* [PROBLEM TO SOLVE] The number of lines containing the word "chains" is all you should give; count them in the records below.

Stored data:
┌────────
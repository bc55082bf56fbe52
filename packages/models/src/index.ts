export * from './orbit/index.js';
export * from './transit/index.js';
export * from './builders/index.js';
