/** The summary table: one row per quantity, flagged rows labelled in words. */
import { escapeText } from '../escape.js';
import { formatCount, formatFixed, formatSignificant, formatToScale } from '../format.js';
import type { SummaryRow } from '../input.js';
import { summaryFlags } from '../stats/flags.js';

/** HTML table of summary rows. Mean and quantiles are shown to the resolution of the sd. */
export function summaryTable(rows: readonly SummaryRow[], units: Record<string, string>, chains: number): string {
  const head =
    '<tr><th>quantity</th><th class="text">unit</th><th>mean</th><th>sd</th><th>5 %</th><th>50 %</th><th>95 %</th>' +
    '<th>MCSE of mean</th><th>bulk ESS</th><th>tail ESS</th><th>R-hat</th><th class="text">check</th></tr>';
  const body = rows
    .map((r) => {
      const flags = summaryFlags(r, chains);
      const check = flags.length
        ? `<span class="badge warning">CHECK</span>${escapeText(flags.join('; '))}`
        : '<span class="badge ok">OK</span>';
      const cells = [
        `<td>${escapeText(r.name)}</td>`,
        `<td class="text">${escapeText(units[r.name] ?? '')}</td>`,
        `<td>${formatToScale(r.mean, r.sd)}</td>`,
        `<td>${formatSignificant(r.sd, 2)}</td>`,
        `<td>${formatToScale(r.q05, r.sd)}</td>`,
        `<td>${formatToScale(r.q50, r.sd)}</td>`,
        `<td>${formatToScale(r.q95, r.sd)}</td>`,
        `<td>${formatSignificant(r.mcseMean, 2)}</td>`,
        `<td>${formatCount(r.essBulk)}</td>`,
        `<td>${formatCount(r.essTail)}</td>`,
        `<td>${formatFixed(r.rhat, 3)}</td>`,
        `<td class="text check">${check}</td>`,
      ];
      return `<tr${flags.length ? ' class="flagged"' : ''} data-quantity="${escapeText(r.name)}">${cells.join('')}</tr>`;
    })
    .join('\n');
  return `<div class="table-scroll"><table class="summary"><thead>${head}</thead><tbody>\n${body}\n</tbody></table></div>`;
}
└────────
* [SOLUTION TO THE PROBLEM] 2